Task » Starting with the line that contains "0), (15, 0, 1)])" and stopping after the line that contains "return caught.value", return each line below exactly as written, with no others.
--- Input data Enclosed Below ---
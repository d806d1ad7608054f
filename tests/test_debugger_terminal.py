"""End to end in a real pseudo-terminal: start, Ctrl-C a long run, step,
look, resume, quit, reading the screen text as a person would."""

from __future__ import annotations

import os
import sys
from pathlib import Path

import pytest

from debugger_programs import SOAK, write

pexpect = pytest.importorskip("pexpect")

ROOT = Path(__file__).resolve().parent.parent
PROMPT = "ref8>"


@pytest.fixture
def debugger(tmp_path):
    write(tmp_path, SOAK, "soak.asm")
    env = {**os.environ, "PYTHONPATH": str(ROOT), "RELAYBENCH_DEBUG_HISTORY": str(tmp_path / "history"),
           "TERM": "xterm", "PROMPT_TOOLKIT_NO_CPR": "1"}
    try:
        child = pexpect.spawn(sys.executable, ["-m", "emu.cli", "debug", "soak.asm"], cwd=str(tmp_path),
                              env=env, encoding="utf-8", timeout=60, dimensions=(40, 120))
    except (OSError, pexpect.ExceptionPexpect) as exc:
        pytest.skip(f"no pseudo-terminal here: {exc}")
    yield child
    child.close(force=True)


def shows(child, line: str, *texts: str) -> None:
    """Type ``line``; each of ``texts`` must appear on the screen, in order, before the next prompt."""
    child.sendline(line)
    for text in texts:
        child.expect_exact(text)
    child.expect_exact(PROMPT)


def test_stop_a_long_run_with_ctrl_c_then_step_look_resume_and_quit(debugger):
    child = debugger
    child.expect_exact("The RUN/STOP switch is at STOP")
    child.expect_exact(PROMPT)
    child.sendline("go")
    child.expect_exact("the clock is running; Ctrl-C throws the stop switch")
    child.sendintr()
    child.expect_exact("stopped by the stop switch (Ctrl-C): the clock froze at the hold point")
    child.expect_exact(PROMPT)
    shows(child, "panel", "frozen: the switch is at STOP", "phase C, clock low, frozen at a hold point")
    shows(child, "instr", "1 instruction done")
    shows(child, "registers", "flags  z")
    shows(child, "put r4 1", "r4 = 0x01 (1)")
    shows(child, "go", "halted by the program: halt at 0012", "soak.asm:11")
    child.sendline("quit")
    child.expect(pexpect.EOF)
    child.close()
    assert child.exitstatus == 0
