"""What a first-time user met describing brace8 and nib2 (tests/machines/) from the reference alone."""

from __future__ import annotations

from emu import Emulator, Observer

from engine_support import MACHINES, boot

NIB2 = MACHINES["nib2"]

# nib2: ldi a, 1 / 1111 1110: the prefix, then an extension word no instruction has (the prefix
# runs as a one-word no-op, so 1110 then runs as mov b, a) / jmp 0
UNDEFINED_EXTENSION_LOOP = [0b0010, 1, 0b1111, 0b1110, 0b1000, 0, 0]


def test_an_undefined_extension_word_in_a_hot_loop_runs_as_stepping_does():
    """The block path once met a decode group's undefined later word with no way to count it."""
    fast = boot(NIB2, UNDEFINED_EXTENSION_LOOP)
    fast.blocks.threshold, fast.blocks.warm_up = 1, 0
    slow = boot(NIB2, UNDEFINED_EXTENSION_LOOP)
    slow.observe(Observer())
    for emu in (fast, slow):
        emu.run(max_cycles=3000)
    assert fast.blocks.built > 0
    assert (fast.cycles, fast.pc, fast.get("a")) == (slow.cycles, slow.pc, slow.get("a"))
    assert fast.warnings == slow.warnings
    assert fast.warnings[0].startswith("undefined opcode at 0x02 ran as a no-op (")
--- End of Enclosed Input data ---
--- Input data Enclosed Below ---
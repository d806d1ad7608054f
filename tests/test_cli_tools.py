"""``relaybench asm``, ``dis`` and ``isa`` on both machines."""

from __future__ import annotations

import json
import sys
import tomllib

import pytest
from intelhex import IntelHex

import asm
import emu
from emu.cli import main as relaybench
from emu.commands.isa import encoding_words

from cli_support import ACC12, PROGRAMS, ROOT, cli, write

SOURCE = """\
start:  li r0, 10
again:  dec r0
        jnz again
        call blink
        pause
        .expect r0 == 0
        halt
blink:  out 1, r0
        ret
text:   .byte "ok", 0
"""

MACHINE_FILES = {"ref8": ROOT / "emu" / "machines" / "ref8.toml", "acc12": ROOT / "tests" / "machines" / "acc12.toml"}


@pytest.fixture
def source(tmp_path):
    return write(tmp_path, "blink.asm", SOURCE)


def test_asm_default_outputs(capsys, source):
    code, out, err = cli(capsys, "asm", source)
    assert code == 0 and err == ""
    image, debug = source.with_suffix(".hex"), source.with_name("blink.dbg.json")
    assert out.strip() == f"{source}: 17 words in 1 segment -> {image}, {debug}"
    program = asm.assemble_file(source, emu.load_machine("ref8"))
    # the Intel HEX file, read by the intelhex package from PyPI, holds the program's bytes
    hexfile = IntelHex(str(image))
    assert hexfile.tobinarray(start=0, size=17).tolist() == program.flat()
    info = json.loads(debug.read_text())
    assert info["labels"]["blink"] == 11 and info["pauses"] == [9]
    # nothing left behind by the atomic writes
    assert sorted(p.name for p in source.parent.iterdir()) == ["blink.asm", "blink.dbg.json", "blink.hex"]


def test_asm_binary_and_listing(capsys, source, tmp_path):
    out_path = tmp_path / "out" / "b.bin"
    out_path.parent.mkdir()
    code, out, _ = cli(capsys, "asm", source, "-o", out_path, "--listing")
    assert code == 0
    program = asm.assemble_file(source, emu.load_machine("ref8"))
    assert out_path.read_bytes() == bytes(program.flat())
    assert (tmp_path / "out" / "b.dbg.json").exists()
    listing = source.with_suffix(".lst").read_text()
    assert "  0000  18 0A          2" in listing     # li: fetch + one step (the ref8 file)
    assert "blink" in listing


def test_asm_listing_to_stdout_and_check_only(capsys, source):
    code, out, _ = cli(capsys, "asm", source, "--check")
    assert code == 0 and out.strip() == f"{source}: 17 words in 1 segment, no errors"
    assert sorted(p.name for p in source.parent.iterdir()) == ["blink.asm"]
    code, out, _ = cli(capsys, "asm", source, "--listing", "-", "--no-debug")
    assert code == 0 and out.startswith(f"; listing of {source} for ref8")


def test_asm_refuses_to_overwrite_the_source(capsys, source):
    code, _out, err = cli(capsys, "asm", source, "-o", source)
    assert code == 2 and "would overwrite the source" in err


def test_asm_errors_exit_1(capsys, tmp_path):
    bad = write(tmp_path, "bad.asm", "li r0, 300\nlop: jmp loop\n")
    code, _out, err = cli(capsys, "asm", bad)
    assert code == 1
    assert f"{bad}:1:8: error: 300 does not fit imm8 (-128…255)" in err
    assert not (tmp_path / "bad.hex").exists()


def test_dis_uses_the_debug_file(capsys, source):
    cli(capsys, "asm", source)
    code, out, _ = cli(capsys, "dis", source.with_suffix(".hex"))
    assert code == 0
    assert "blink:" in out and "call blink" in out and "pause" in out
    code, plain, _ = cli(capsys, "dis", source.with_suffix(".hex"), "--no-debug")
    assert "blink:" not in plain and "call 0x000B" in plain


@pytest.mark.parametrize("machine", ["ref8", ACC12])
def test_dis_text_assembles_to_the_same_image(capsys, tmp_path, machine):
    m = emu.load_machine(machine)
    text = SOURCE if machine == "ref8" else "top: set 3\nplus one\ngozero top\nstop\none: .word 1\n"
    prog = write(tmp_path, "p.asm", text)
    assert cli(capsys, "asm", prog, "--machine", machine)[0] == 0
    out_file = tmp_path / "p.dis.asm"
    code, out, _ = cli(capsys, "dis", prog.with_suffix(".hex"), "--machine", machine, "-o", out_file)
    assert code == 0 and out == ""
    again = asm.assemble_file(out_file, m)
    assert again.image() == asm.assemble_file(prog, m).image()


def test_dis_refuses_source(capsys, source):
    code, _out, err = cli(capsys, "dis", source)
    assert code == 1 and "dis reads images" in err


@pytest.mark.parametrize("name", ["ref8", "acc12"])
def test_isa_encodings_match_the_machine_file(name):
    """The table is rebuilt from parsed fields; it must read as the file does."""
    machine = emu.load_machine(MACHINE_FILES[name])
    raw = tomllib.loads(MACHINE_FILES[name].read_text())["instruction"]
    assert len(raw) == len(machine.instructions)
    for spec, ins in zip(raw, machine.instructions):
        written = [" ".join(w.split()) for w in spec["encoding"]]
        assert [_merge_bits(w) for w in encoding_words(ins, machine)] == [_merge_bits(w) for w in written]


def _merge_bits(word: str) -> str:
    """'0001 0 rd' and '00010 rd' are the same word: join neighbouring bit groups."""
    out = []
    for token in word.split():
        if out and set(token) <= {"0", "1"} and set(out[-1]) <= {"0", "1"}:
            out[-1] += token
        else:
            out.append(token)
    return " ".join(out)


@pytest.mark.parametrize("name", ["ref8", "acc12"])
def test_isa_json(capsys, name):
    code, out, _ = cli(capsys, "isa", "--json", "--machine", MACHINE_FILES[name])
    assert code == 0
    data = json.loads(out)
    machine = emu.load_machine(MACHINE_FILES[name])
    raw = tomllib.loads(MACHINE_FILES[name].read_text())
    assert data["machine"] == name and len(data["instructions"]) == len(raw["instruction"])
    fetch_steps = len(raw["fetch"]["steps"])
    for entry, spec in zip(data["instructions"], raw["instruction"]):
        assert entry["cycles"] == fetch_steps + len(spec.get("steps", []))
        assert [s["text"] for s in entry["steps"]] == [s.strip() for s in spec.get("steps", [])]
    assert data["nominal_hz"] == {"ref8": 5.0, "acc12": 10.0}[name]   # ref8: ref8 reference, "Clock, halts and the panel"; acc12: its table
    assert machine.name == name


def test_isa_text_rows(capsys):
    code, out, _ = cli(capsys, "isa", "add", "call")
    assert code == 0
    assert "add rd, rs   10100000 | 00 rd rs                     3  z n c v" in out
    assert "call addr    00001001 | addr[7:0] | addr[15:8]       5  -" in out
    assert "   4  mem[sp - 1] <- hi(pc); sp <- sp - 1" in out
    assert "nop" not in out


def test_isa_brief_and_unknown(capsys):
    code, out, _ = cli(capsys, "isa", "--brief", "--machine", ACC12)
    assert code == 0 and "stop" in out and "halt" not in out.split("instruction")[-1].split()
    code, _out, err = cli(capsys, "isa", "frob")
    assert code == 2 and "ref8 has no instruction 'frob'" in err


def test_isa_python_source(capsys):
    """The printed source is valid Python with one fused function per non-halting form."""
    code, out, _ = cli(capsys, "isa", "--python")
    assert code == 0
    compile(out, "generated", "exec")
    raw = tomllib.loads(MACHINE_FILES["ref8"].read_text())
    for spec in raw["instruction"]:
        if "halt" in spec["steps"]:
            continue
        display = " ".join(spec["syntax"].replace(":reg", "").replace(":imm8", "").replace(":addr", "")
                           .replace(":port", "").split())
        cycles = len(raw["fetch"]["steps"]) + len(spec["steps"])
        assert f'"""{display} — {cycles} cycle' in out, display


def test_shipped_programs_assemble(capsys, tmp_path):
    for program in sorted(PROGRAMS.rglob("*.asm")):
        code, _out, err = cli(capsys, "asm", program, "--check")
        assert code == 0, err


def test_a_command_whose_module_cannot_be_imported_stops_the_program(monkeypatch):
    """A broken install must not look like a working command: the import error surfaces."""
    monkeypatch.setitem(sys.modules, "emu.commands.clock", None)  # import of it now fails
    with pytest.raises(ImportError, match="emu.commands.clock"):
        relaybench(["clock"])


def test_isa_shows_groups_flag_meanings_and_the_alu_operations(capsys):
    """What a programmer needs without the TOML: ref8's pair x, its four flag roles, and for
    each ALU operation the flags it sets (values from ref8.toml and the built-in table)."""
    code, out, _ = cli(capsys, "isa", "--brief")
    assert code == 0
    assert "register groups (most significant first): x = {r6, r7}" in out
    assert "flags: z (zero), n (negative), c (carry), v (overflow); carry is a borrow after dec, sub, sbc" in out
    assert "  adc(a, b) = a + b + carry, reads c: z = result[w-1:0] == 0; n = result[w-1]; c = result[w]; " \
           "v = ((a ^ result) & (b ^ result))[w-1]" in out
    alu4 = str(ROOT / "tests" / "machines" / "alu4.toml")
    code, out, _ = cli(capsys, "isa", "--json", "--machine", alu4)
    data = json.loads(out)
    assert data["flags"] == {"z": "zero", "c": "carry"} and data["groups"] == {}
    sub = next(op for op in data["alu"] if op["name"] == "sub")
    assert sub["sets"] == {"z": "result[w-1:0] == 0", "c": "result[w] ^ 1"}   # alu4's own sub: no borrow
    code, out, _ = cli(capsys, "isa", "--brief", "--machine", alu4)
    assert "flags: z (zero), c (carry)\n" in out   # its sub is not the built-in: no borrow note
--- End of Enclosed Input data ---
--- Input data Enclosed Below ---
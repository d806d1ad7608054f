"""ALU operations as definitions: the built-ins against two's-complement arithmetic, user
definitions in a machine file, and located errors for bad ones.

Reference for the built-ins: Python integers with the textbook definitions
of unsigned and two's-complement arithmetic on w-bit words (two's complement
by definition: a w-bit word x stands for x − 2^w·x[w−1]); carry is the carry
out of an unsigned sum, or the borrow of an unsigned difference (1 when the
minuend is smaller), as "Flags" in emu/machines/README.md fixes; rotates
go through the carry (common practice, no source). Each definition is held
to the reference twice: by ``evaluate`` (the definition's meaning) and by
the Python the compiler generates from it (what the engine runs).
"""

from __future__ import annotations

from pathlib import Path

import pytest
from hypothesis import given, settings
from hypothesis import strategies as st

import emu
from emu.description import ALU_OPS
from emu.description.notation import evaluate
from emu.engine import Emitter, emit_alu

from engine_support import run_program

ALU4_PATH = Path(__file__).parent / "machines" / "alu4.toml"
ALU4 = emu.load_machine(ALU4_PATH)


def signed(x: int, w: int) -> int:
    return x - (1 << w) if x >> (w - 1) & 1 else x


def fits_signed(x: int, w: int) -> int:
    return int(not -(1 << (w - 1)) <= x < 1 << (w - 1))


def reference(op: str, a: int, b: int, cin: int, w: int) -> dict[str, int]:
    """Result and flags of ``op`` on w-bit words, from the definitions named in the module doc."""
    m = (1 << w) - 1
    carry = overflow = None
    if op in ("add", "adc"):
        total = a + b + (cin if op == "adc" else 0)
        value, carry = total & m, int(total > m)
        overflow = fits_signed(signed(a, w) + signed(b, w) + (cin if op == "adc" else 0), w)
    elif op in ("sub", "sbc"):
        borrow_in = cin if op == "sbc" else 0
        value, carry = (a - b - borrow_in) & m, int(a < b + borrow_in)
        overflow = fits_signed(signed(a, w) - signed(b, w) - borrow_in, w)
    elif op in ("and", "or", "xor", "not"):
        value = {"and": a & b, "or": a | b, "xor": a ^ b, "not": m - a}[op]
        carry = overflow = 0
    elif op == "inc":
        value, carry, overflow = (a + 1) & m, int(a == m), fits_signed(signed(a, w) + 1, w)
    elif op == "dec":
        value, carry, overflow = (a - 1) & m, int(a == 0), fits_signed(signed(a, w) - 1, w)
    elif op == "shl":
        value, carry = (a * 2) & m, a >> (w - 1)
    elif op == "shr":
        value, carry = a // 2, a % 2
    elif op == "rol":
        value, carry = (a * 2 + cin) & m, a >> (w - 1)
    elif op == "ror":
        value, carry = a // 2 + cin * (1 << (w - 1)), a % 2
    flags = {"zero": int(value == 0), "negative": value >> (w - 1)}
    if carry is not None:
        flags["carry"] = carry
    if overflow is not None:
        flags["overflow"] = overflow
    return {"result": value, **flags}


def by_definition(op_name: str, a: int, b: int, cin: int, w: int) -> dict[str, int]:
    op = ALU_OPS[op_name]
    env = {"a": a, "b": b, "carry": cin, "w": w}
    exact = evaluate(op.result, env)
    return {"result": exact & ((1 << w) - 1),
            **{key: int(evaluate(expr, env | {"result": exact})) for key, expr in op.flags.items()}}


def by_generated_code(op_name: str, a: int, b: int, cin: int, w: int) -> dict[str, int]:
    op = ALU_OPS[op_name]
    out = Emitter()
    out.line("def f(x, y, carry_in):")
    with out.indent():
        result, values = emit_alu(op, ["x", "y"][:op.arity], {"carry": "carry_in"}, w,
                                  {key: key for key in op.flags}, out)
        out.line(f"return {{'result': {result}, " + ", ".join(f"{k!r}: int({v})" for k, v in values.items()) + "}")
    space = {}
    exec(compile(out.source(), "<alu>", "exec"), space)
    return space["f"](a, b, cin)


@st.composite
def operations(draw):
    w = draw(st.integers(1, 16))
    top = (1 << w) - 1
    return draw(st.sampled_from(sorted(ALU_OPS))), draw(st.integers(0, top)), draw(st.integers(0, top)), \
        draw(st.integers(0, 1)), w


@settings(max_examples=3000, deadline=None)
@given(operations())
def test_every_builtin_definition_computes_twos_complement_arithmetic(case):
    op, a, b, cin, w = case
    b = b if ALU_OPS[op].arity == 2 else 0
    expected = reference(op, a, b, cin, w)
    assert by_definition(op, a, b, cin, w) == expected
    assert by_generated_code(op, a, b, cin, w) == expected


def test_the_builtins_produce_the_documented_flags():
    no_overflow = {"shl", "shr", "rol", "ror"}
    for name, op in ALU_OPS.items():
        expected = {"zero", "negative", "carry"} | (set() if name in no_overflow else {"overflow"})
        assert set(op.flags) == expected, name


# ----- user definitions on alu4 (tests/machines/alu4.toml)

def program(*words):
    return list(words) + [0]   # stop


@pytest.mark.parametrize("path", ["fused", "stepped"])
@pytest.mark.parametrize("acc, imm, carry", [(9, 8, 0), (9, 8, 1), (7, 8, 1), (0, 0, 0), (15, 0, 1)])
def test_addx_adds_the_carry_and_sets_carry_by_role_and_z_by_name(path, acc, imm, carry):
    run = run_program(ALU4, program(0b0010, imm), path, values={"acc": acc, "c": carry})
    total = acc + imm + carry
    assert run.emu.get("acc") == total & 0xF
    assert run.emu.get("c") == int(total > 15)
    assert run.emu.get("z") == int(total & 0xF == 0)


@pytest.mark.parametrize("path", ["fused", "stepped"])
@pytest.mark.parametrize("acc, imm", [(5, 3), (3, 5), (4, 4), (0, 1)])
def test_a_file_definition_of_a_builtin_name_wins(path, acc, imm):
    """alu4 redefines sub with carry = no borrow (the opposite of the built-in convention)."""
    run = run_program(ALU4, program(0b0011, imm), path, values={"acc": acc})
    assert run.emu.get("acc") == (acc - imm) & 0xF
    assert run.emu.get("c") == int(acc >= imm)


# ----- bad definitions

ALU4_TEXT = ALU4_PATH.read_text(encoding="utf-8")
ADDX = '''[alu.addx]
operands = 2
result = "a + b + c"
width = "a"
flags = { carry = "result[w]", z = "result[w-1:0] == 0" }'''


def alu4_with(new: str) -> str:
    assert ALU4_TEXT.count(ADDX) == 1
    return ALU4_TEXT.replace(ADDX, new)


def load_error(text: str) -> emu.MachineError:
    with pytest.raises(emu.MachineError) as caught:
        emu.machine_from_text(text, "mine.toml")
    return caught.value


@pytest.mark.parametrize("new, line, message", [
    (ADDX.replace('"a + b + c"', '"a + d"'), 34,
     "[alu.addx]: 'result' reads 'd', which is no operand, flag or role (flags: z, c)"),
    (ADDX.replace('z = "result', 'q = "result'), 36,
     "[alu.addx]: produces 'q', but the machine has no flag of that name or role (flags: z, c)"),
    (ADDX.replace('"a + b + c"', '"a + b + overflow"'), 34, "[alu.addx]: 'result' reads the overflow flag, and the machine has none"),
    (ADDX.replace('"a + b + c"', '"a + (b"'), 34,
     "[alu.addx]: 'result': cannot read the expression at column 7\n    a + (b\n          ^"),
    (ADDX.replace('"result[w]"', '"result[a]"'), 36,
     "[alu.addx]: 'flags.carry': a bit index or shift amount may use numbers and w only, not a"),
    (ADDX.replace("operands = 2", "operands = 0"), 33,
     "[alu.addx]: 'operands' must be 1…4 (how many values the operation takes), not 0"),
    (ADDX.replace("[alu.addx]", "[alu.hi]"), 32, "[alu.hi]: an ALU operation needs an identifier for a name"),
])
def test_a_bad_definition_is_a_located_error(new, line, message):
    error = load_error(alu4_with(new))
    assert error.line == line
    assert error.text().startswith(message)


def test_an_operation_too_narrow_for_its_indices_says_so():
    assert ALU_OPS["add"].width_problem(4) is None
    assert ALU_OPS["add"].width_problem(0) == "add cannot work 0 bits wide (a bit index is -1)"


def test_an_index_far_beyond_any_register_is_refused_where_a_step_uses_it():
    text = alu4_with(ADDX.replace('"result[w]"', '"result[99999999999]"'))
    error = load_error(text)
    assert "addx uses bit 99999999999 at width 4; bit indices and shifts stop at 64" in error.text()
--- End of Enclosed Input data ---
Output for this exercise »
@pytest.mark.parametrize("acc, imm, carry", [(9, 8, 0), (9, 8, 1), (7, 8, 1), (0, 0, 0), (15, 0, 1)])
def test_addx_adds_the_carry_and_sets_carry_by_role_and_z_by_name(path, acc, imm, carry):
    run = run_program(ALU4, program(0b0010, imm), path, values={"acc": acc, "c": carry})
    total = acc + imm + carry
    assert run.emu.get("acc") == total & 0xF
    assert run.emu.get("c") == int(total > 15)
    assert run.emu.get("z") == int(total & 0xF == 0)


@pytest.mark.parametrize("path", ["fused", "stepped"])
@pytest.mark.parametrize("acc, imm", [(5, 3), (3, 5), (4, 4), (0, 1)])
def test_a_file_definition_of_a_builtin_name_wins(path, acc, imm):
    """alu4 redefines sub with carry = no borrow (the opposite of the built-in convention)."""
    run = run_program(ALU4, program(0b0011, imm), path, values={"acc": acc})
    assert run.emu.get("acc") == (acc - imm) & 0xF
    assert run.emu.get("c") == int(acc >= imm)


# ----- bad definitions

ALU4_TEXT = ALU4_PATH.read_text(encoding="utf-8")
ADDX = '''[alu.addx]
operands = 2
result = "a + b + c"
width = "a"
flags = { carry = "result[w]", z = "result[w-1:0] == 0" }'''


def alu4_with(new: str) -> str:
    assert ALU4_TEXT.count(ADDX) == 1
    return ALU4_TEXT.replace(ADDX, new)


def load_error(text: str) -> emu.MachineError:
    with pytest.raises(emu.MachineError) as caught:
        emu.machine_from_text(text, "mine.toml")
    return caught.value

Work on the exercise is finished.